Манфред в ответ только ухмылялся и поглядывал на кагэбэшника Татаринова, который всю дорогу лежал на верхней полке и только иногда, свешивая бледное лицо, поднимал к себе стакан чая в дребезжащем подстаканнике. Манфред прекрасно понимал переживания Татаринова. Ему эта неугомонная группа КРВТ комиссии приносила больше всего проблем. Кагэбэшник уже смотался с ними в Саратов, побродил вокруг объектов полигона в Семипалатинске, облазил заброшенные угольные копи в Ткварчели. И везде его подопечные развивали бурную деятельность. Где «пробивая» московскими бумагами дежурных на засекреченных КПП, где просто перелезая через заборы из колючей проволоки. На всех объектах с появлением немцев возникали скандалы с обоюдными претензиями, угрозами взять под арест или отписать в столицу кляузу о чинимых на местах препятствиях.

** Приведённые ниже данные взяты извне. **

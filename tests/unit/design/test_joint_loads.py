"""What joints must carry, where it is a formula: worst, directions, swing, mean load, foundation, roses."""

from __future__ import annotations

from math import cos, degrees, pi, radians, sin

import numpy as np
import pytest

from linkcalc import parse, pins, stroke
from linkcalc.design.pins_answer import PinsAnswer, Swing
from linkcalc.faults import Faults
from tests.samples import CLAMP
from tests.unit.design.models import FOUR_BAR, LEVER, PRESS

TINY = 1e-9


def asked(text: str, **more: object) -> PinsAnswer:
    return pins(parse(text), **more)  # type: ignore[arg-type]


def swing(answer: PinsAnswer, joint: str, kind: str = "angle") -> Swing:
    (found,) = [s for s in answer.joint(joint).swings if s.kind == kind]
    return found


PARALLEL = """
[points]
A = [0, 0]
D = [100, 0]
B = [0, 40]
C = [100, 40]
[members]
ground = ["A", "D"]
crank = ["A", "B"]
coupler = ["B", "C"]
rocker = ["D", "C"]
[effort]
torque_on = "crank"
[load]
at = "C"
on = "rocker"
square_to = ["D", "C"]
size = 100
[stroke]
turn = "crank"
from = 40
to = 140
poses = 61
"""
"""A parallelogram: every pin turns as far as the crank does. The load is square to the rocker, so that the coupler,
which stays level, carries -100 / sin a at the crank's angle a."""


def test_pins_of_a_parallelogram_swing_as_far_as_the_crank() -> None:
    answer = asked(PARALLEL)
    for joint in "ABCD":
        assert swing(answer, joint).reach == pytest.approx(radians(100), abs=TINY)
        assert swing(answer, joint).path == pytest.approx(radians(100), abs=TINY)
        assert swing(answer, joint).turns == ()


def test_a_pin_that_turns_back_sweeps_more_than_it_swings() -> None:
    """Four-bar, once round: the rocker goes to and fro between the poses where crank and coupler lie in line.

    By the cosine law at D with a base of 100, a crank of 30, a coupler of 90, a rocker of 70: B C in line gives the
    far end at 120 and the near end at 60 from A.
    """
    answer = asked(FOUR_BAR)
    far, near = (np.arccos((100**2 + 70**2 - r**2) / (2 * 100 * 70)) for r in (120, 60))
    rocker = swing(answer, "D")
    assert rocker.reach == pytest.approx(far - near, rel=1e-12)
    assert rocker.path == pytest.approx(2 * (far - near), rel=1e-12)
    assert len(rocker.turns) == 2
    # the coupler turns whole turns against the crank
    assert swing(answer, "B").reach == pytest.approx(2 * pi, abs=1e-9)
    assert swing(answer, "A").path == pytest.approx(2 * pi, abs=1e-9)
    assert answer.rounds


def test_the_worst_lies_between_the_poses_with_its_direction() -> None:
    """Lever of two arms, effort square to it: the pin carries 600 N down and the effort 200 cos a at a - 90 deg.

    F² = 600² + (200 cos a)² + 2 x 600 x 200 cos² a = 360 000 + 280 000 cos² a: largest at a = 0, which the stroke from
    -17 to 26 deg in 12 poses has not among them.
    """
    answer = asked(LEVER.replace("from = 10\nto = 70\nposes = 13", "from = -17\nto = 26\nposes = 12"))
    worst = answer.joint("A").largest
    assert worst.value == pytest.approx(800.0, rel=1e-12)
    assert degrees(worst.drive) == pytest.approx(0.0, abs=1e-5)
    lever, ground = (next(f for f in worst.felt if f.member == m) for m in ("lever", "ground"))
    # the ground holds the lever up
    assert degrees(lever.direction) == pytest.approx(90.0, abs=1e-5)
    assert degrees(ground.direction) == pytest.approx(-90.0, abs=1e-5)
    # own axis of the lever: hook to hand, along the stroke's angle
    assert degrees(lever.own_direction) == pytest.approx(90.0, abs=1e-5)
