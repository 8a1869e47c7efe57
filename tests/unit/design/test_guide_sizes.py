"""Guides under normal force and moment, ropes against their breaking load: closed forms, fine sampling, laws."""

from __future__ import annotations

from math import exp, pi, radians, sin, sqrt, tan

import numpy as np
import pytest

from linkcalc import parse, pins, read, stroke
from linkcalc.design.answer import Verdict
from linkcalc.design.pins_answer import PinsAnswer, Sized
from tests.endtoend.models import ROOT
from tests.samples import SLOTTED
from tests.unit.design.models import PRESS

R, L, F, G = 0.05, 0.13, 900.0, 0.1
LONG, WIDE = 0.06, 0.02
RAM = f"""
[points]
A = [0, 0]
B = {{ from = "A", distance = 50, angle = 60 }}
C = [{25 + sqrt(130**2 - 2500 * 0.75)!r}, 0]
G = {{ on = ["A", "C"], distance = {125 + sqrt(130**2 - 2500 * 0.75)!r} }}
tool = {{ on = ["A", "G"], distance = 400, offset = OFF }}
[members]
ground = ["A"]
crank = ["A", "B"]
rod = ["B", "C"]
ram = {{ points = ["C", "G", "tool"] }}
[slides.guide]
member = "ram"
along = 0
at = "G"
length = 60
width = 20
allowed_pressure = 5
[effort]
torque_on = "crank"
[load]
at = "tool"
direction = 180
size = 900
[stroke]
turn = "crank"
from = 30
to = 150
poses = 37
"""
"""A crank r pushes a ram along the x axis over a rod l against F, which acts `off` beside the axis.

The rod leans by sin a = r sin(turn)/l, so the guide, g ahead of the rod's pin, gives N = F tan a and takes the moment
of both: M = F |off + g tan a|.
"""


def lean(degrees: float) -> float:
    s = R * sin(radians(degrees)) / L
    return s / sqrt(1 - s * s)


def edge(degrees: float, off: float) -> float:
    """[Pa] N/(l b) + 6 M/(l² b)"""
    return F * (lean(degrees) / (LONG * WIDE) + 6 * abs(off + G * lean(degrees)) / (LONG**2 * WIDE))


def ram(off: float, more: str = "") -> str:
    return RAM.replace("OFF", repr(off)) + more


def guide(answer: PinsAnswer, name: str = "guide") -> Sized:
    (found,) = answer.joint(name).sized
    assert found.item == "guide"
    return found


def judged(text: str, requirement: str) -> Verdict:
    (verdict,) = stroke(parse(f'{text}\n[requirements]\nit = "{requirement}"\n')).verdicts
    return verdict


@pytest.mark.parametrize(
    ("off", "where"),
    [
        (10, 90),  # the moment grows with the lean: both are largest where the rod leans most
        (-30, 90),  # it passes through nothing on the way, a kink of the curve, and is larger beyond
        (-35, 30),  # largest where the normal force is smallest, at both ends alike
    ],
)
def test_the_edge_of_a_guide_by_hand(off: float, where: float) -> None:
    sized = guide(pins(parse(ram(off))))
    assert sized.worst is not None
    assert sized.worst.value == pytest.approx(edge(where, off / 1000), rel=1e-9)
    assert sized.worst.value == pytest.approx(sized.working["p_edge"], rel=1e-12)
    assert min(abs(np.degrees(sized.worst.drive) - w) for w in (where, 180 - where)) < 1e-4
    assert sized.working["N"] == pytest.approx(F * lean(where), rel=1e-9)
    assert sized.working["M"] == pytest.approx(F * abs(off / 1000 + G * lean(where)), rel=1e-9)
    assert sized.utilisation == pytest.approx(edge(where, off / 1000) / 5e6, rel=1e-9)


def test_no_pose_is_worse() -> None:
    every = [edge(d, -0.03) for d in np.linspace(30, 150, 4001)]
    worst = guide(pins(parse(ram(-30)))).worst
    assert worst is not None and max(every) <= worst.value <= max(every) * (1 + 1e-6)


def test_a_force_at_the_edge_of_the_core_presses_twice_the_mean() -> None:
    """A rectangle pressed a sixth of its length from its middle: no pressure at one edge, twice the mean at the other
    (the core of a section, textbooks of strength of materials; from memory)."""
    text = """
points.O = [0, 0]
points.P = [0, 50]
points.Q = [12, 50]
members.ground = ["O"]
members.block = ["P", "Q"]
slides.bed = { member = "block", along = 0, at = "P", length = 72, width = 25 }
effort = { at = "P", direction = 0 }
load = { at = "Q", direction = -90, size = 450 }
stroke = { travel = "bed", from = "drawn", to = 40 }
"""
    sized = guide(pins(parse(text)), "bed")
    assert sized.working["p_edge"] == pytest.approx(2 * 450 / (0.072 * 0.025), rel=1e-9)
    assert (sized.required, sized.working.checks) == (None, ())  # nothing is allowed, so nothing is used


def test_the_length_that_is_needed_is_used_to_the_full() -> None:
    """Without friction the forces do not hang on the length: a guide so long is used to 100 % somewhere, never more."""
    for off in (10, -30, -35):
        needed = guide(pins(parse(ram(off)))).required
        assert needed is not None
        again = guide(pins(parse(ram(off).replace("length = 60", f"length = {needed * 1000!r}"))))
        assert again.utilisation == pytest.approx(1.0, abs=1e-9)


def test_with_friction_both_senses_count() -> None:
    """Against 2001 poses there and back: the guide runs along x, so the normal force is the plumb one."""
    text = ram(
        -30, "[friction]\nslides = 0.15\npins = 0.1\ndiameter = 12\n[cases.a]\n[cases.b]\nscale = {load = 1.2}\n"
    )
    answer, fine = pins(parse(text)), stroke(parse(text), poses=2001)
    force, moment = np.abs(fine.force_on("guide", "ram")[1]), np.abs(fine.moment_on("guide", "ram"))
    pressure = force / (LONG * WIDE) + 6 * moment / (LONG**2 * WIDE)
    worst = guide(answer).worst
    assert worst is not None
    case, _, pose = np.unravel_index(np.argmax(pressure), pressure.shape)
    assert worst.case == fine.cases[case]
    assert abs(worst.drive - fine.drive[0, 0, pose]) < radians(0.2)
    # friction steps where the rod turns back, at 90 degrees: the worst is what it comes to beside that
    assert pressure.max() * (1 - 1e-12) <= worst.value <= pressure.max() * (1 + 1e-5)
    assert judged(text, "pressure at guide <= 1 MPa").worst == pytest.approx(worst.value, rel=1e-12)


def test_a_guide_is_judged_at_its_worst_and_in_a_pose() -> None:
    text = ram(-30)
    worst = judged(text, "pressure at guide <= 2 MPa")
    assert worst.worst == pytest.approx(edge(90, -0.03), rel=1e-9) and worst.holds
    assert not judged(text, "pressure at guide <= 1 MPa").holds
    assert judged(text, "pressure at guide <= 2 MPa at 60 deg").worst == pytest.approx(edge(60, -0.03), rel=1e-9)


def test_twin_plates_have_a_block_each() -> None:
    one, two = (guide(pins(parse(ram(-30).replace('"tool"] }', f'"tool"], copies = {n} }}')))) for n in (1, 2))
    assert two.utilisation == pytest.approx(one.utilisation / 2, rel=1e-12)


SHOE = "length = 30\nwidth = 12\nallowed_pressure = 8\n"


def test_a_slot_has_no_moment() -> None:
    """The foot of the toggle: 1000 N at a lean of 60 degrees press it with 1000 tan 60, on 30 x 12 mm²."""
    sized = guide(pins(parse(PRESS.replace("along = 0\n", f"along = 0\n{SHOE}"))), "way")
    assert sized.working["M"] == 0.0
    assert sized.working["p_edge"] == pytest.approx(1000 * tan(radians(60)) / 360e-6, rel=1e-9)
    assert sized.required == pytest.approx(1000 * tan(radians(60)) / (8e6 * 0.012), rel=1e-9)


def test_the_block_on_a_pin_of_two_members_is_one() -> None:
    """Twin plates with a slot each share the force; a twin crank on the same pin changes nothing."""
    text = SLOTTED.replace('on = "arm"\n', f'on = "arm"\n{SHOE}')
    plain = guide(pins(parse(text)), "in_arm").working["N"]
    arm = text.replace('arm = ["O", "tip", "side"]', 'arm = { points = ["O", "tip", "side"], copies = 2 }')
    link = text.replace('link = ["B", "low"]', 'link = { points = ["B", "low"], copies = 2 }')
    assert guide(pins(parse(arm)), "in_arm").working["N"] == pytest.approx(plain / 2, rel=1e-9)
    assert guide(pins(parse(link)), "in_arm").working["N"] == pytest.approx(plain, rel=1e-9)


def test_a_block_in_a_track() -> None:
    """A weight on a pendulum that is a track: round the middle of the arc, 300 N press it with the cosine."""
    text = """
points.O = [0, 0]
points.P = [0, -100]
points.a = { from = "O", distance = 100, angle = -140 }
points.b = { from = "O", distance = 100, angle = -90 }
points.c = { from = "O", distance = 100, angle = -40 }
points.foot = [0, -160]
members.ground = ["O", "a", "b", "c"]
members.bob = ["P", "foot"]
slides.upright = { member = "bob", along = 90, on = "cart", at = "P" }
members.cart = ["foot2"]
points.foot2 = [0, -200]
slides.level = { member = "cart", along = 0, at = "foot2" }
tracks.bowl = { point = "P", arc = ["a", "b", "c"], length = 20, width = 10 }
effort = { at = "foot2", direction = 0 }
load = { at = "P", direction = -90, size = 300 }
stroke = { travel = "level", from = -40, to = 50 }
"""
    answer = pins(parse(text))
    (sized,) = answer.joint("bowl").sized
    # the cart pushes level only, so the bowl bears the weight by the plumb part of its force: N = 300/cos(lean)
    assert sized.working["p_edge"] == pytest.approx(300 / sqrt(1 - 0.5**2) / 200e-6, rel=1e-9)


@pytest.mark.parametrize("to", [-5, 0])
def test_no_sheet_where_the_pressure_has_no_bound(to: int) -> None:
    """A ram that the knee presses aside, through the dead point and up to it: a torque of any size on the crank."""
    text = f"""
points.A = [0, 0]
points.B = {{ from = "A", distance = 50, angle = 60 }}
points.C = [{25 + sqrt(130**2 - 2500 * 0.75)!r}, 0]
points.tool = [400, -20]
members.ground = ["A"]
members.crank = ["A", "B"]
members.rod = ["B", "C"]
members.ram = ["C", "tool"]
slides.way = {{ member = "ram", along = 0, length = 40, width = 10 }}
effort = {{ torque_on = "crank", size = 10 }}
load = {{ at = "tool", direction = 180 }}
stroke = {{ turn = "crank", from = 60, to = {to}, poses = 61 }}
"""
    answer = pins(parse(text))
    assert np.isinf(answer.joint("C").largest.value)
    assert answer.joint("way").sized == ()
    verdict = judged(text, "pressure at way <= 6 MPa")
    assert np.isinf(verdict.worst) and not verdict.holds


def test_the_shoes_of_the_press_by_hand() -> None:
    """As at the head of the example: 1990.5 N and 14 287 N mm on 60 x 30 mm."""
    answer = pins(read(ROOT / "examples" / "twin_guides.toml"))
    rod = (2000 - 8 * 9.80665) / 0.8
    side = 0.6 * rod
    turning = side * 0.14 + 2000 * 0.015
    upper = guide(answer, "upper")
    assert upper.working["N"] == pytest.approx(side / 2 + turning * 0.08 / 0.0146, rel=1e-9)
    assert upper.working["M"] == pytest.approx(turning * 0.0009 / 0.0146, rel=1e-9)


HOIST = (ROOT / "examples" / "goods_hoist.toml").read_text(encoding="utf-8")
LEAD = 60 * 9.80665 / 1.95 * exp(0.25 * pi)
"""[N] as at the head of the example"""


def test_the_rope_of_the_hoist_by_hand() -> None:
    answer = pins(parse(HOIST))
    (rope,) = answer.sized["fall"]
    assert (rope.item, rope.kind, rope.size) == ("rope", "force", 8000.0)
    assert rope.utilisation == pytest.approx(LEAD * 8 / 8000, rel=1e-9)
    assert rope.required == pytest.approx(LEAD * 8, rel=1e-9)
    assert rope.worst is not None and rope.worst.case == "forward"
    assert any("codes" in c for c in rope.working.cautions)
    verdict = next(v for v in answer.stroke.verdicts if v.name == "rope")
    assert verdict.worst == pytest.approx(8000 / LEAD, rel=1e-9)
    assert (verdict.case, verdict.holds) == ("forward", True)
    assert not stroke(parse(HOIST.replace("safety factor of fall >= 8", "safety factor of fall >= 12.1"))).holds


def test_a_rope_without_a_factor_has_the_usual_one_and_says_so() -> None:
    """5 against breaking, for wire rope slings (common practice)."""
    without = HOIST.replace("factor = 8 ", "# ")
    (rope,) = pins(parse(without)).sized["fall"]
    factor = rope.working.entry("S")
    assert factor.value == 5.0
    assert "common practice" in factor.source and "codes" in factor.source


def test_a_rope_that_hangs_slack_is_safe_there() -> None:
    """The derrick's rope has nothing to hold at the top: its worst is elsewhere, its best has no bound."""
    text = (ROOT / "examples" / "rope_frame.toml").read_text(encoding="utf-8")
    name = next(iter(parse(text).joints["rope"]))
    text = text.partition("[requirements]")[0].replace(
        f"[ropes.{name}]\n", f'[ropes.{name}]\nbreaking_load = "40 kN"\n'
    )
    largest = stroke(parse(text), poses=2001).tension_of(name).max()
    assert judged(text, f"safety factor of {name} >= 1").worst == pytest.approx(40e3 / largest, rel=1e-6)
    best = judged(text, f"safety factor of {name} <= 1000")
    assert np.isinf(best.worst) and not best.holds


def test_copies_are_told_not_to_count() -> None:
    answer = pins(parse(HOIST), sizes={"crank": np.array([0.34, 0.36])})
    assert any("guides and ropes are sized for the mechanism as drawn" in c.text for c in answer.stroke.caveats)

Татаринову приходилось улаживать, успокаивать, вытаскивать то Фритца, то Фромма из КПЗ комендатур и, дабы избежать очередной склоки с военными властями, договариваться самому о посещении военных объектов. От майора Татаринова постоянно требовали отчетов о выполненной работе, требовали расписание движения КРВТ группы, строго напоминали о необходимости предупреждать заранее всех начальников, к которым КРВТ группа планировала нагрянуть. Он ночами писал докладные, засыпая над своими корявыми строчками, угрюмо выслушивал очередные разносы за нерасторопность и просил себе в помощь еще парочку сотрудников, на что получал однотипные ответы: «Из ЦК получено указание не чинить препятствий. Мы не можем приставить к группе целую толпу сотрудников нашего аппарата. Ооновцы сразу взвоют, что их возят под конвоем. Все. Продолжайте работать». Сейчас Татаринов лежал в кустарнике, справа от Манфреда и тревожно раздумывал, отчего это немцы полезли в такую глушь. Что этим дуракам здесь могло понадобиться? Майору так и сказали в УКГБ по Волынской области, в ответ на его сообщение об экспедиции в Ковельские леса: «Вот дураки! Там ведь, кроме болот, ничего нет. Ну и пусть себе там лазают».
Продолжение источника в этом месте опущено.